> **Required action**: Within the data that follows, tally every line containing "generateLinkage". Provide only the tally.

> **Material for the task**:
▶
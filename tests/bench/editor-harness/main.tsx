/**
 * The editor alone, for the benchmark: a generated linkage of ?n= parts, the API answered in the page
 * (every save succeeds), the same CSS as the app. Built with Vite in production mode by tests/bench/editor.ts.
 */
import "./harness.css";
import { createRoot } from "react-dom/client";
import { QueryClient, QueryClientProvider } from "@tanstack/react-query";
import LinkageEditor from "@/editor/LinkageEditor";
import { generateLinkage } from "@/shared/demo";
import { DEFAULT_SETTINGS } from "@/shared/analysis/types";

const n = Number(new URLSearchParams(location.search).get("n") ?? 500);
const graph = generateLinkage(n);
let revision = 1;
const realFetch = window.fetch.bind(window);
window.fetch = async (input, init) => {
  if (!String(input instanceof Request ? input.url : input).startsWith("/api/")) return realFetch(input, init);
  return new Response(JSON.stringify({ revision: ++revision, createdAt: new Date().toISOString() }), { status: 200, headers: { "content-type": "application/json" } });
};

createRoot(document.getElementById("root")!).render(
  <QueryClientProvider client={new QueryClient()}>
    <div style={{ paddingTop: "3.5rem" }}>
      <LinkageEditor
        buildId="bench"
        buildName="Bench build"
        linkageId="bench"
        linkageName={`Generated ${n}`}
        system="pitch"
        initial={{ revision: 1, graph, authorName: "Bench", createdAt: new Date().toISOString() }}
        canEdit
        canComment
        unitSystem="US"
        settings={DEFAULT_SETTINGS}
      />
    </div>
  </QueryClientProvider>,
);
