import { defineKind } from "../types";
import type { Props } from "./schema";

/** A turnbuckle between two cable terminals (or a cable and a fitting): sets the rigging tension, carries tension only. */
export const turnbuckle = defineKind<Props>()({
  kind: "turnbuckle",
  name: "Turnbuckle",
  hint: "sets the cable tension",
  ports: { a: { side: "left", name: "A", end: true }, b: { side: "right", name: "B", end: true } },
  defaults: () => ({ size: "1/8" as const }),
  engine: { role: "tension" },
});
◀
> **Solution**: 2